*TASK GOAL*: All lines holding the string "cleaned" should be copied from the data below.

*Dataset entries*:
--- START ---
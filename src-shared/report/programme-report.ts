/**
 * The whole programme's report run, the same from the command line and the
 * app: the trend of each group (species) with the model chosen for it, the
 * multi-species composite where it can be made, then the report document.
 * Pure: nothing is written here, so a cancelled run leaves nothing behind.
 *
 *   buildProgrammeReport(plan, { signal, onProgress, runner }) -> ReportDocument
 *
 * `onProgress` gets { group, done, total, fraction, stage }: `done` groups
 * of `total` steps finished (the composite is one step more), `fraction` of
 * the current one. Cancelling (signal raised) rejects with FitCancelled.
 * A `runner` over worker threads (poolRunner of the command line's pool)
 * runs the groups' steps and the composite's bootstrap replicates there,
 * all queued at once, so both cores work from the start.
 *
 * runProgrammeReport also gives the run's record for the project's report
 * history (history-record.ts) and, when the plan has the last entry
 * (`previous`), how this run compares with it (since-last.ts; the report
 * then has the section "Since the last report").
 */
import type { EditLog } from '../cleaning/edit-entry';
import type { DataTable } from '../data/table';
import { FitCancelled } from '../engine/types';
import { compositeTrend, type CompositeResult } from '../trend/composite';
import type { FitRunner } from '../trend/fit-runner';
import type { Provenance } from './appendix';
import { buildTrendReport, type ReportInput } from './build';
import type { GroupTrend } from './group-section';
import { groupStep, type PlannedGroup } from './group-step';
import type { ReportDocument } from './model';
import type { ReportHistoryEntry, ReportRecord } from '../project/report-history';
import { reportRecord } from './history-record';
import { compareWithLast, type SinceLast } from './since-last';

export const DEFAULT_COMPOSITE_REPLICATES = 199;

export type { PlannedGroup } from './group-step';

export interface ProgrammePlan {
  readonly title: string;
  readonly subtitle?: string;
  /** The column the groups are values of ("species"); absent for a single table. */
  readonly groupColumn?: string;
  readonly groups: readonly PlannedGroup[];
  /**
   * The rows of every group together (with the group column), for the
   * composite's joint site bootstrap; absent: no composite.
   */
  readonly compositeTable?: DataTable;
  readonly provenance: Provenance;
  /** Bootstrap replicates of the composite's limits (default 199). */
  readonly replicates?: number;
  /** Seed of the composite bootstrap (default 1). */
  readonly seed?: number;
  /** Cautions beyond the general ones. */
  readonly cautions?: readonly string[];
  /** The cleaning log of the records behind the tables (what cleaning changed, and the audit log sheet). */
  readonly cleaning?: EditLog;
  /** The imported and cleaned records behind the log, when at hand (the cleaning part then counts records). */
  readonly cleaningRecords?: ReportInput['cleaningRecords'];
  /** The data key of the cleaned records behind the tables (kept in the report history; null or absent: not known). */
  readonly dataKey?: string | null;
  /** The last entry of the project's report history: the report compares itself with it. */
  readonly previous?: ReportHistoryEntry;
}

export interface ProgrammeProgress {
  /** The group being worked on ('' for a single table; the composite's own name while it runs). */
  readonly group: string;
  readonly done: number;
  readonly total: number;
  /** Fraction (0..1) of the current step. */
  readonly fraction: number;
  readonly stage: string;
  /** Items of the current stage done, of how many (bootstrap refits), when it counts them. */
  readonly items?: { readonly done: number; readonly total: number };
}

export interface ProgrammeOptions {
  readonly signal?: { readonly aborted: boolean };
  readonly onProgress?: (p: ProgrammeProgress) => void;
  /** Runs the composite's bootstrap refits (default: one after another in this thread). */
  readonly runner?: FitRunner;
}

export const COMPOSITE_STEP = 'composite index';

/** Why the plan gets no composite, or null when it does. */
export function compositeBlocker(plan: ProgrammePlan, fitted: readonly GroupTrend[]): string | null {
  if (!plan.groupColumn || !plan.compositeTable || plan.groups.length < 2) return null;
  const sites = new Set(plan.groups.map((g) => g.spec.site?.column ?? ''));
  if (sites.has('') || sites.size > 1) return 'There is no composite index: its limits resample whole sites together for every species, so the model of each species needs the same "site" column (here one has none, or they differ).';
  const times = new Set(plan.groups.map((g) => g.spec.time?.column ?? ''));
  if (times.size > 1) return 'There is no composite index: the chosen models do not share one time column.';
  if (fitted.some((g) => !g.result)) return 'There is no composite index, because not every species could be fitted.';
  return null;
}

function checkCancel(signal: ProgrammeOptions['signal']): void {
  if (signal?.aborted) throw new FitCancelled();
}

export async function buildProgrammeReport(plan: ProgrammePlan, options: ProgrammeOptions = {}): Promise<ReportDocument> {
  return (await runProgrammeReport(plan, options)).document;
}

export interface ProgrammeRun {
  readonly document: ReportDocument;
  /** The groups whose trend could not be fitted or did not converge (their names). */
  readonly unsound: string[];
  /** What the project's report history keeps of this run (its files are added once written). */
  readonly record: ReportRecord;
  /** This run against the plan's `previous` report; null without one. */
  readonly sinceLast: SinceLast | null;
}

/** The report, the groups that are unsound, the run's history record and how it compares with the last report. */
export async function runProgrammeReport(plan: ProgrammePlan, options: ProgrammeOptions = {}): Promise<ProgrammeRun> {
  if (plan.groups.length === 0) throw new RangeError('A report needs at least one species (group) with a chosen model.');
  const { signal } = options;
  const notify = options.onProgress ?? (() => {});
  const wantsComposite = !!plan.groupColumn && !!plan.compositeTable && plan.groups.length >= 2;
  const total = plan.groups.length + (wantsComposite ? 1 : 0);
  const groups: GroupTrend[] = [];
  const cautions = [...(plan.cautions ?? [])];
  const stepProgress = (i: number, group: string) => (d: number, n: number, stage: string) => notify({ group, done: i, total, fraction: n > 0 ? d / n : 0, stage, ...(n > 1 ? { items: { done: d, total: n } } : {}) });
  // With a runner that runs group steps on worker threads, every group's step is queued at once and the
  // composite's bootstrap right behind them; progress is still told in order (the composite's held back
  // until the groups are done). Without one, the groups run here one after another, then the composite.
  const steps = options.runner?.groupSteps;
  let current = 0;
  const queued = steps ? plan.groups.map((g, i) => steps(g, { signal, onProgress: (d, n, stage) => current === i && stepProgress(i, g.group)(d, n, stage) })) : null;
  queued?.forEach((p) => p.catch(() => {}));
  let composite = queued && wantsComposite && !compositeBlocker(plan, []) ? startComposite(plan, options, plan.groups.length, total) : null;
  try {
    for (const [i, g] of plan.groups.entries()) {
      checkCancel(signal);
      current = i;
      notify({ group: g.group, done: i, total, fraction: 0, stage: 'starting' });
      const step = await (queued ? queued[i] : groupStep(g, { signal, onProgress: stepProgress(i, g.group) }));
      groups.push(step.trend);
      cautions.push(...step.cautions);
    }
  } catch (err) {
    composite?.settled.catch(() => {});
    if (err instanceof FitCancelled || signal?.aborted) throw new FitCancelled();
    throw err;
  }
  checkCancel(signal);
  const blocker = compositeBlocker(plan, groups);
  if (blocker) {
    composite?.settled.catch(() => {});
    cautions.push(blocker);
  }
  if (!blocker && wantsComposite) composite ??= startComposite(plan, options, plan.groups.length, total, true);
  const made = composite && !blocker ? await composite.finish() : undefined;
  if (made?.caution) cautions.push(made.caution);
  const compositeIndex = made?.composite;
  checkCancel(signal);
  notify({ group: '', done: total, total, fraction: 1, stage: 'assembling the report' });
  const record = reportRecord({ madeAt: plan.provenance.createdAt, software: plan.provenance.software, dataKey: plan.dataKey ?? null, planned: plan.groups, groups, composite: compositeIndex });
  const sinceLast = plan.previous ? compareWithLast(plan.previous, record) : null;
  const provenance: Provenance = compositeIndex ? { ...plan.provenance, seeds: [...plan.provenance.seeds, { what: 'the composite bootstrap', value: compositeIndex.seed }] } : plan.provenance;
  const document = buildTrendReport({
    title: plan.title,
    subtitle: plan.subtitle,
    spec: plan.groups[0].spec,
    groupColumn: plan.groupColumn,
    groups,
    composite: compositeIndex,
    cautions,
    provenance,
    cleaning: plan.cleaning,
    cleaningRecords: plan.cleaningRecords,
    ...(sinceLast ? { sinceLast } : {}),
  });
  return { record, sinceLast, document, unsound: groups.filter((g) => !g.result?.fit.converged).map((g) => g.label ?? g.group) };
}

interface StartedComposite {
  /** Settles with the composite or its failure (never rejects but for cancelling). */
  readonly settled: Promise<{ composite?: CompositeResult['composite']; caution?: string }>;
  /** Releases the held-back progress, then waits for the composite. */
  finish(): Promise<{ composite?: CompositeResult['composite']; caution?: string }>;
}

/** Starts the composite's bootstrap; its progress is held back until finish() unless `live`. */
function startComposite(plan: ProgrammePlan, options: ProgrammeOptions, done: number, total: number, live = false): StartedComposite {
  const { signal } = options;
  const notify = options.onProgress ?? (() => {});
  let held: ProgrammeProgress | null = null;
  const wasLive = live;
  const report = (p: ProgrammeProgress) => {
    if (live) notify(p);
    else held = p;
  };
  report({ group: COMPOSITE_STEP, done, total, fraction: 0, stage: 'starting' });
  const settled = compositeTrend(plan.compositeTable!, plan.groups[0].spec, plan.groupColumn!, {
    replicates: plan.replicates ?? DEFAULT_COMPOSITE_REPLICATES,
    seed: plan.seed ?? 1,
    specs: Object.fromEntries(plan.groups.map((g) => [g.group, g.spec])),
    runner: options.runner,
    signal,
    onProgress: (d, n, stage) => report({ group: COMPOSITE_STEP, done, total, fraction: n > 0 ? d / n : 0, stage, ...(n > 1 ? { items: { done: d, total: n } } : {}) }),
  }).then(
    (r) => ({ composite: r.composite }),
    (err) => {
      if (err instanceof FitCancelled || signal?.aborted) throw new FitCancelled();
      return { caution: `There is no composite index: ${(err as Error).message}` };
    },
  );
  return {
    settled,
    finish() {
      if (!wasLive) {
        live = true;
        notify({ group: COMPOSITE_STEP, done, total, fraction: 0, stage: 'starting' });
        if (held && held.stage !== 'starting') notify(held);
      }
      return settled;
    },
  };
}
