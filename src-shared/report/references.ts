/** The published methods a report may cite, by key. */
import type { Reference } from './model';

export const REFERENCES = {
  glm: 'McCullagh, P. & Nelder, J.A. (1989) Generalized Linear Models, 2nd edn. Chapman & Hall, London.',
  negbin: 'Venables, W.N. & Ripley, B.D. (2002) Modern Applied Statistics with S, 4th edn. Springer, New York (negative binomial GLM, section 7.4).',
  zeroInflated: 'Lambert, D. (1992) Zero-inflated Poisson regression, with an application to defects in manufacturing. Technometrics 34:1-14.',
  hurdle: 'Mullahy, J. (1986) Specification and testing of some modified count data models. Journal of Econometrics 33:341-365.',
  zeroModels: 'Zeileis, A., Kleiber, C. & Jackman, S. (2008) Regression models for count data in R. Journal of Statistical Software 27(8).',
  quadrature: 'Pinheiro, J.C. & Bates, D.M. (1995) Approximations to the log-likelihood function in the nonlinear mixed-effects model. Journal of Computational and Graphical Statistics 4:12-35.',
  sandwich: 'Liang, K.-Y. & Zeger, S.L. (1986) Longitudinal data analysis using generalized linear models. Biometrika 73:13-22.',
  bootstrap: 'Davison, A.C. & Hinkley, D.V. (1997) Bootstrap Methods and their Application. Cambridge University Press (resampling clusters, section 3.8).',
  delta: 'Casella, G. & Berger, R.L. (2002) Statistical Inference, 2nd edn. Duxbury (the delta method, section 5.5.4).',
  composite: 'Buckland, S.T., Magurran, A.E., Green, R.E. & Fewster, R.M. (2005) Monitoring change in biodiversity through composite indices. Phil. Trans. R. Soc. B 360:243-254.',
  indicators: 'Gregory, R.D. et al. (2005) Developing indicators for European birds. Phil. Trans. R. Soc. B 360:269-288.',
  aic: 'Akaike, H. (1974) A new look at the statistical model identification. IEEE Transactions on Automatic Control 19:716-723.',
  boundaryLr: 'Self, S.G. & Liang, K.-Y. (1987) Asymptotic properties of maximum likelihood estimators and likelihood ratio tests under nonstandard conditions. Journal of the American Statistical Association 82:605-610.',
  vuong: 'Vuong, Q.H. (1989) Likelihood ratio tests for model selection and non-nested hypotheses. Econometrica 57:307-333.',
  vuongZeros: 'Wilson, P. (2015) The misuse of the Vuong test for non-nested models to test for zero-inflation. Economics Letters 127:51-53.',
  rootogram: 'Kleiber, C. & Zeileis, A. (2016) Visualizing count data regressions using rootograms. The American Statistician 70:296-303.',
  quantileResiduals: 'Dunn, P.K. & Smyth, G.K. (1996) Randomized quantile residuals. Journal of Computational and Graphical Statistics 5:236-244.',
  redList: 'IUCN (2012) IUCN Red List Categories and Criteria, version 3.1, 2nd edn. Gland and Cambridge (the 30%, 50% and 80% reductions of criterion A).',
} as const;

export type ReferenceKey = keyof typeof REFERENCES;

/** The references cited anywhere in the given keys, in the catalogue's order, each once. */
export function referenceList(cited: Iterable<string>): Reference[] {
  const used = new Set(cited);
  return (Object.keys(REFERENCES) as ReferenceKey[]).filter((k) => used.has(k)).map((k) => ({ key: k, text: REFERENCES[k] }));
}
--- END ---
*WRITTEN RESPONSE*:
  /** The imported and cleaned records behind the log, when at hand (the cleaning part then counts records). */
  /** The data key of the cleaned records behind the tables (kept in the report history; null or absent: not known). */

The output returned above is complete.